| Directions for this task |
Of the lines in the data below, write out exactly those from the one holding "rest (a mean" through the one holding "std::vector<double> means;", both included.

Records contained in a dataset
****
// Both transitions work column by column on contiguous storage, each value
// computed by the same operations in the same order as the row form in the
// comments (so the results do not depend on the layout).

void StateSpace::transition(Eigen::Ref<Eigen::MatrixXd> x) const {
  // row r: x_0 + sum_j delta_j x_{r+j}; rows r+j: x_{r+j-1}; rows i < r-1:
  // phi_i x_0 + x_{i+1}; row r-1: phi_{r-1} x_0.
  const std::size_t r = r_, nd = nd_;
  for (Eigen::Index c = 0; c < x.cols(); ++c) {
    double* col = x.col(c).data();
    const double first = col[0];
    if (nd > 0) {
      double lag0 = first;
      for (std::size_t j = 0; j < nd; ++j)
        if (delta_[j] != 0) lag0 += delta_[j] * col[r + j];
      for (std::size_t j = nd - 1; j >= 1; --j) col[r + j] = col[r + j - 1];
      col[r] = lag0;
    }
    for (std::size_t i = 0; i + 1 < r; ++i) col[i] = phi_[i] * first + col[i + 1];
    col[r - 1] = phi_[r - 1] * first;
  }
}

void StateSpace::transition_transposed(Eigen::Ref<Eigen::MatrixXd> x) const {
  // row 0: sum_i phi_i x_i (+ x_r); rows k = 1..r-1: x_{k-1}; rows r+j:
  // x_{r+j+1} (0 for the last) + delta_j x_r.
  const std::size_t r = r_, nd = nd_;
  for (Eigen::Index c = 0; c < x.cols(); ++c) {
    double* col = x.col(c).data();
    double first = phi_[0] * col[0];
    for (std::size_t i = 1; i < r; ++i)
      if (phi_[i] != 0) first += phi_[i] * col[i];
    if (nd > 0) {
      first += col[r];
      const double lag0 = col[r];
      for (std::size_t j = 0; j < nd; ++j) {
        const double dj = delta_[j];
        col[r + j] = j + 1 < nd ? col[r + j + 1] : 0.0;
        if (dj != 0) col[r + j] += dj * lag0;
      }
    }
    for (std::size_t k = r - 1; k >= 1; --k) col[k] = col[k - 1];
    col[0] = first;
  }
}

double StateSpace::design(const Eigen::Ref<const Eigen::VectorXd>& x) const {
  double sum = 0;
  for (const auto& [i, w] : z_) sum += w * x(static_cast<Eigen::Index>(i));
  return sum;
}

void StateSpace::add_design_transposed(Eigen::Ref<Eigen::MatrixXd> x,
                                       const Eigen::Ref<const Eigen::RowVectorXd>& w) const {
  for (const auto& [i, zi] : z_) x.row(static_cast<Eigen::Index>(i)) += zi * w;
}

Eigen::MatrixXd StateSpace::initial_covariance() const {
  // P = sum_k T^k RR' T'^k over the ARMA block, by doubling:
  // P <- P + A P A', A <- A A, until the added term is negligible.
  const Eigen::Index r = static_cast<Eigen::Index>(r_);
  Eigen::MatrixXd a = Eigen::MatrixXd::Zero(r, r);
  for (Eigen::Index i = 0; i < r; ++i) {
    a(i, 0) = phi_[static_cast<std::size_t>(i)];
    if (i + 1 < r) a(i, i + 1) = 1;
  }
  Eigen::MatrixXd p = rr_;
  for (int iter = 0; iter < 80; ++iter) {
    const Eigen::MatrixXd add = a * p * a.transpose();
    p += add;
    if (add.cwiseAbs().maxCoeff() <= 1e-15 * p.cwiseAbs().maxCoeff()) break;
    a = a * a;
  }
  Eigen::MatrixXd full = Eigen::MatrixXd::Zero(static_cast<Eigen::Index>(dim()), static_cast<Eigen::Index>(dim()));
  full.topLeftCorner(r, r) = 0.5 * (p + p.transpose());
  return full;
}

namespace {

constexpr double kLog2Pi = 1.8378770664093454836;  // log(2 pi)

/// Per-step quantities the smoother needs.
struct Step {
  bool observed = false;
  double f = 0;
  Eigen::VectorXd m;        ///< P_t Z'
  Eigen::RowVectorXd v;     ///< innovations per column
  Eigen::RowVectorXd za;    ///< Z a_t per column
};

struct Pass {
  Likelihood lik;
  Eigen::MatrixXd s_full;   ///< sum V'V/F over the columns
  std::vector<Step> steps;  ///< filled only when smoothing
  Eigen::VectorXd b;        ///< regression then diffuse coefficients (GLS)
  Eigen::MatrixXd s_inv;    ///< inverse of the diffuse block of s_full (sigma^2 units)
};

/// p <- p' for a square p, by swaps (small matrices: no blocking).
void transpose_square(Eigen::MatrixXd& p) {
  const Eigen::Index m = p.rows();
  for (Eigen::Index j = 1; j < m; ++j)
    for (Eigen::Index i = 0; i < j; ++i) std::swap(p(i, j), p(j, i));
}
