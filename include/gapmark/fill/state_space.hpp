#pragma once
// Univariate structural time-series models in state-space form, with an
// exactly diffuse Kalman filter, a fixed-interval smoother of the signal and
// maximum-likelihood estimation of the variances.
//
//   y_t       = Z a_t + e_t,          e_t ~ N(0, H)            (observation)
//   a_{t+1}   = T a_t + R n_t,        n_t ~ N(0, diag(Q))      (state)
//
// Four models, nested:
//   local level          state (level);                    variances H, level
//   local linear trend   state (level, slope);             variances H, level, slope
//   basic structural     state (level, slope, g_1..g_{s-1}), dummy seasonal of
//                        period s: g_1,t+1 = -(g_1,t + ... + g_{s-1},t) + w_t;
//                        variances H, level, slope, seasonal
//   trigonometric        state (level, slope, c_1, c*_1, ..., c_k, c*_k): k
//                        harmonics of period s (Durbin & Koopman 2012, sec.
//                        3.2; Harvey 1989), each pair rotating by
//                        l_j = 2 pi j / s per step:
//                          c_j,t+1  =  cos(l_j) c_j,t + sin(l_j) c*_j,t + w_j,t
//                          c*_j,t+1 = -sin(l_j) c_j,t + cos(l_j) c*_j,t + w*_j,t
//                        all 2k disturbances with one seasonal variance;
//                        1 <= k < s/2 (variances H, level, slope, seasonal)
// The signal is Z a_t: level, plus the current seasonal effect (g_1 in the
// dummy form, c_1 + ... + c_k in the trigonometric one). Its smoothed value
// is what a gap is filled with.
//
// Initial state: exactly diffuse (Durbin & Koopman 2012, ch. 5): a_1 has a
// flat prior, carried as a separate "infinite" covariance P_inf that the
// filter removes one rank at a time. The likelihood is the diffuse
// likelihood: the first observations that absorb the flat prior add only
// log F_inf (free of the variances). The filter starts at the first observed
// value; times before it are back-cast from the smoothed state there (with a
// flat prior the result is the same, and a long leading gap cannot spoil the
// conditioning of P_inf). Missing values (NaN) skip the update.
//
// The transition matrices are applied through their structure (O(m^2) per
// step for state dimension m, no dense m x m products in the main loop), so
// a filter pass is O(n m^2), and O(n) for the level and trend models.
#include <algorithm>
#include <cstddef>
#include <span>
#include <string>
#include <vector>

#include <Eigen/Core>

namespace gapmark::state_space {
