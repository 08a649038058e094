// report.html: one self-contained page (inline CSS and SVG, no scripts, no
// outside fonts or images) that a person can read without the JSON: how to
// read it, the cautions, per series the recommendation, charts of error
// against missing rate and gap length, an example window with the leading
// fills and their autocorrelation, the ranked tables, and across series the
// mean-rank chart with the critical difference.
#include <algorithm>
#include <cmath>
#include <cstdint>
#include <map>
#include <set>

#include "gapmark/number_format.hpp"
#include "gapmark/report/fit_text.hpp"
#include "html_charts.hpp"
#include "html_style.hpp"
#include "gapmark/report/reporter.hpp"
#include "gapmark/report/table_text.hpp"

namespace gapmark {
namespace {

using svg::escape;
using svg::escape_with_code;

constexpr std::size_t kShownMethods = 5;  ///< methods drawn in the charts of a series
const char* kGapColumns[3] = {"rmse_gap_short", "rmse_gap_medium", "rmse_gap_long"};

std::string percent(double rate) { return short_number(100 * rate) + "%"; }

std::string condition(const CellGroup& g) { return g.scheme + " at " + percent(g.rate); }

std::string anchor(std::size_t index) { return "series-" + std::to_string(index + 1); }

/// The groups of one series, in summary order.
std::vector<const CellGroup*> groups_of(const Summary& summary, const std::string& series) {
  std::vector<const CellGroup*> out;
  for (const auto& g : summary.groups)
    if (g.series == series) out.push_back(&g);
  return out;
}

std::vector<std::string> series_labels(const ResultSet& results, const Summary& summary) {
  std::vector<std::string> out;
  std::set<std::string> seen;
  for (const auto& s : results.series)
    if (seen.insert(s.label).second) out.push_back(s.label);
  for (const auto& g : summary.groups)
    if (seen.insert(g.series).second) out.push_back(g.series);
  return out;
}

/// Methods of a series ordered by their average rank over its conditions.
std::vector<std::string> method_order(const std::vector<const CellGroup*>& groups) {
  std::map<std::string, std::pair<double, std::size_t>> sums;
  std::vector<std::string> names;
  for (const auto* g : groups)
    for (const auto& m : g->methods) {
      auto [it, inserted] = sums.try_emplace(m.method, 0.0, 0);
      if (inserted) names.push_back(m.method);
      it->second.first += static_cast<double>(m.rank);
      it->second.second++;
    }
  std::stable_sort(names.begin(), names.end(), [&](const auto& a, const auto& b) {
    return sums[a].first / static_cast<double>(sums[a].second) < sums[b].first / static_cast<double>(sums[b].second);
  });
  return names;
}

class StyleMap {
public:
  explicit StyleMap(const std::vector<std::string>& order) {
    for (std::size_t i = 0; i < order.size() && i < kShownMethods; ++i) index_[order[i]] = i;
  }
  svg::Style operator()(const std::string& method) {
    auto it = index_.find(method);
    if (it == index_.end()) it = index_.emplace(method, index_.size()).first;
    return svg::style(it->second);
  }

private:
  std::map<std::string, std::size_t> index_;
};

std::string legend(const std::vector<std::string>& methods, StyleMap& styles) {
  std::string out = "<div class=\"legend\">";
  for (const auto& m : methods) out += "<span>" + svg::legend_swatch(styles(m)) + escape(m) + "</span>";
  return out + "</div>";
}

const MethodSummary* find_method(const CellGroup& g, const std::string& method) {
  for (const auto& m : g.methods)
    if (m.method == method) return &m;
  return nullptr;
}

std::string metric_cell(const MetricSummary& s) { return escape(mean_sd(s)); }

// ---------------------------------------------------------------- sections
****
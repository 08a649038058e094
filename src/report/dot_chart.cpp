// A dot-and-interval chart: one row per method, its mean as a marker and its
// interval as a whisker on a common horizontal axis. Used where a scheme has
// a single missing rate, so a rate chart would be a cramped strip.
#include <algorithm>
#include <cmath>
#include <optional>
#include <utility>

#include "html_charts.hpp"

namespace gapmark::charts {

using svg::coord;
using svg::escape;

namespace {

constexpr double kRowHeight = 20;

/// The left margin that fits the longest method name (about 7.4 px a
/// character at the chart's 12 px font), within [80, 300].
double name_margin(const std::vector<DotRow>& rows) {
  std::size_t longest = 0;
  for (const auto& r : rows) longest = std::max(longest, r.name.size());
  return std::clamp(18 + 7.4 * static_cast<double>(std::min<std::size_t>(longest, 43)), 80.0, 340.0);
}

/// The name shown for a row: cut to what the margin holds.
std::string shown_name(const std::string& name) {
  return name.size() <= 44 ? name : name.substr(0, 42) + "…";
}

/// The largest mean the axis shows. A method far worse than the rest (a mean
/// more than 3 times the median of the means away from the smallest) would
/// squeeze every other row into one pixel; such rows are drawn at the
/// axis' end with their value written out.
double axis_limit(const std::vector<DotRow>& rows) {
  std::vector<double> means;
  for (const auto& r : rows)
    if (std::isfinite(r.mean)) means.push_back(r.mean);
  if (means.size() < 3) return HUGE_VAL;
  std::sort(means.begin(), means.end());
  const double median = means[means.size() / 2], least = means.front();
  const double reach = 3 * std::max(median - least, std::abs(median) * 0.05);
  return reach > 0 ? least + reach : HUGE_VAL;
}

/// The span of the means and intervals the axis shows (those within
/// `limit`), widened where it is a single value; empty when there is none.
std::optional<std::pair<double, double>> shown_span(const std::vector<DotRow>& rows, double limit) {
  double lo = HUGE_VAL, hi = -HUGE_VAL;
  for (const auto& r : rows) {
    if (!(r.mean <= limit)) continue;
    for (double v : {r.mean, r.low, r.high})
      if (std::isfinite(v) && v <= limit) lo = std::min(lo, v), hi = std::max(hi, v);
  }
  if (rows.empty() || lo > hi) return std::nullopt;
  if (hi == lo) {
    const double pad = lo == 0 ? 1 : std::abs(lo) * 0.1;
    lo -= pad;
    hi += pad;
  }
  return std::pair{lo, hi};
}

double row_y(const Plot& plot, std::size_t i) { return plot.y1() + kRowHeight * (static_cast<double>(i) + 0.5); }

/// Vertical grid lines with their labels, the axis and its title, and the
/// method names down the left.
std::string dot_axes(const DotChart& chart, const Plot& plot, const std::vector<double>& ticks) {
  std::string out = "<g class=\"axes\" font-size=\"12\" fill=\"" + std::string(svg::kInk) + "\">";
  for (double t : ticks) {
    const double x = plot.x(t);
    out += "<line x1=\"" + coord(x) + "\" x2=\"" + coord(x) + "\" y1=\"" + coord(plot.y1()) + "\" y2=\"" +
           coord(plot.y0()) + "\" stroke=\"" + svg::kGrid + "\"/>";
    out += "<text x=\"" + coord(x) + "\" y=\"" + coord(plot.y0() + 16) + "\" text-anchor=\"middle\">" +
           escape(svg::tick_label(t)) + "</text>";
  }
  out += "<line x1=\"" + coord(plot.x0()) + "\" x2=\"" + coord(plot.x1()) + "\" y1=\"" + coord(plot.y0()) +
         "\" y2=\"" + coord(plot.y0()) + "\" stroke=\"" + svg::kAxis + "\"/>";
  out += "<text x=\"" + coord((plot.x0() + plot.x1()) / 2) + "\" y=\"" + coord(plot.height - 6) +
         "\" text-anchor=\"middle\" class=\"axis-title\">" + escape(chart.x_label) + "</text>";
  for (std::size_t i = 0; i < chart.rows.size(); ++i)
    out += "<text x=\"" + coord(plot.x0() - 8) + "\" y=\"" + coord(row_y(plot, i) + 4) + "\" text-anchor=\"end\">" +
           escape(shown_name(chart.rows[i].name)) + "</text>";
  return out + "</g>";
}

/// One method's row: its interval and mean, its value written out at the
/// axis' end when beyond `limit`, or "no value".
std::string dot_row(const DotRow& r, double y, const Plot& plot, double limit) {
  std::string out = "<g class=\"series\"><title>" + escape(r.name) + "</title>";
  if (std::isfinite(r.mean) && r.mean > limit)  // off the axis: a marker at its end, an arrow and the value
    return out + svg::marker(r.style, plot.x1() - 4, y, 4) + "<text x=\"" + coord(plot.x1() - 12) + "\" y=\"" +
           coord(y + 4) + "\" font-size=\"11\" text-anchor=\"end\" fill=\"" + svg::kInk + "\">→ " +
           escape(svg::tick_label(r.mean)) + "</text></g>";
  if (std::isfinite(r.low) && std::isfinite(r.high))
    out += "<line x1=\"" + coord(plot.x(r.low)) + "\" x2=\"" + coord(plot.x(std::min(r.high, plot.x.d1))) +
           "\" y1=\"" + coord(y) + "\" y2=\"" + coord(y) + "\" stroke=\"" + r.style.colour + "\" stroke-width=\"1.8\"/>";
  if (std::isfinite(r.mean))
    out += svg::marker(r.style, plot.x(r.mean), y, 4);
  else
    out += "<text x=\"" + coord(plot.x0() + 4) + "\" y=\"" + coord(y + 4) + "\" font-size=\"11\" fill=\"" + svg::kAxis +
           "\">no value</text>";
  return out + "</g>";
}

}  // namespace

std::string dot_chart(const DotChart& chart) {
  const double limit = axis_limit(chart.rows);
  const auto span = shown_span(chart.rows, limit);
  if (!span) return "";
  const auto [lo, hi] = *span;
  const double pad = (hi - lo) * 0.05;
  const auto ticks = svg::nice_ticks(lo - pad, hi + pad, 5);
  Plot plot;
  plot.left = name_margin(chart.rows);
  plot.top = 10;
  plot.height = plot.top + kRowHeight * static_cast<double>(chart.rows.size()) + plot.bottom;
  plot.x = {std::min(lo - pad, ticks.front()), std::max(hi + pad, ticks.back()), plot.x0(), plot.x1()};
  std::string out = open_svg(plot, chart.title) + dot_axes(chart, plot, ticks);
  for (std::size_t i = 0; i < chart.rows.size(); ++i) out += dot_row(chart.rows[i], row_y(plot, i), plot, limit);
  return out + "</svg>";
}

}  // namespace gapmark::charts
****
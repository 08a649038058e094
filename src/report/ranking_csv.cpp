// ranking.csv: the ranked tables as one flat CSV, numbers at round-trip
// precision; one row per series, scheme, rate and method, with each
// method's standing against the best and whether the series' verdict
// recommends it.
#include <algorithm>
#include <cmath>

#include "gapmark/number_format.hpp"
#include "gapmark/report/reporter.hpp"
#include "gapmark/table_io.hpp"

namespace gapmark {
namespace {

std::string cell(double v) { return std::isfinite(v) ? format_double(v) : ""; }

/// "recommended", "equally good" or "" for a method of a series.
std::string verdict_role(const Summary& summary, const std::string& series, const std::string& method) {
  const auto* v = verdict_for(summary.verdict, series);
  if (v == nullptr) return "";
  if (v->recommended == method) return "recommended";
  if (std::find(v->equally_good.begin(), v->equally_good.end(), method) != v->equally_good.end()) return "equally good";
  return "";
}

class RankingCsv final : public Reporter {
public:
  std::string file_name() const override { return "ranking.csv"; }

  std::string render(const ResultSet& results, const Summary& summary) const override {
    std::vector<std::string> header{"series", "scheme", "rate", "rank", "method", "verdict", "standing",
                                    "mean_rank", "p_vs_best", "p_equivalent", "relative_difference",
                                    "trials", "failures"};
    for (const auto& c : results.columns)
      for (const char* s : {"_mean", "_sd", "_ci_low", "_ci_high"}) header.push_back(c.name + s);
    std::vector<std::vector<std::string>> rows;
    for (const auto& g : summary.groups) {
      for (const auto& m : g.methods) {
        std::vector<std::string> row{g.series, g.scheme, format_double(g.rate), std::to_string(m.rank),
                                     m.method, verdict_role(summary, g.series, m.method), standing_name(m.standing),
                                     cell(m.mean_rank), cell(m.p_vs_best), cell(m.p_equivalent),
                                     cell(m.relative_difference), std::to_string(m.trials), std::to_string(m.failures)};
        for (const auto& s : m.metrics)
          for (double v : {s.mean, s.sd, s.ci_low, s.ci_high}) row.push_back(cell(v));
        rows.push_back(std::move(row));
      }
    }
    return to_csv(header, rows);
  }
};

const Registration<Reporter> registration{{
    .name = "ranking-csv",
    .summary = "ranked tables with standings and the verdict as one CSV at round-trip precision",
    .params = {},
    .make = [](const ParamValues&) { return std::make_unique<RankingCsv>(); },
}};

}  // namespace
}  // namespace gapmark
****
| Exercise result |
/// The largest mean the axis shows. A method far worse than the rest (a mean
/// more than 3 times the median of the means away from the smallest) would
/// squeeze every other row into one pixel; such rows are drawn at the
/// axis' end with their value written out.
double axis_limit(const std::vector<DotRow>& rows) {
  std::vector<double> means;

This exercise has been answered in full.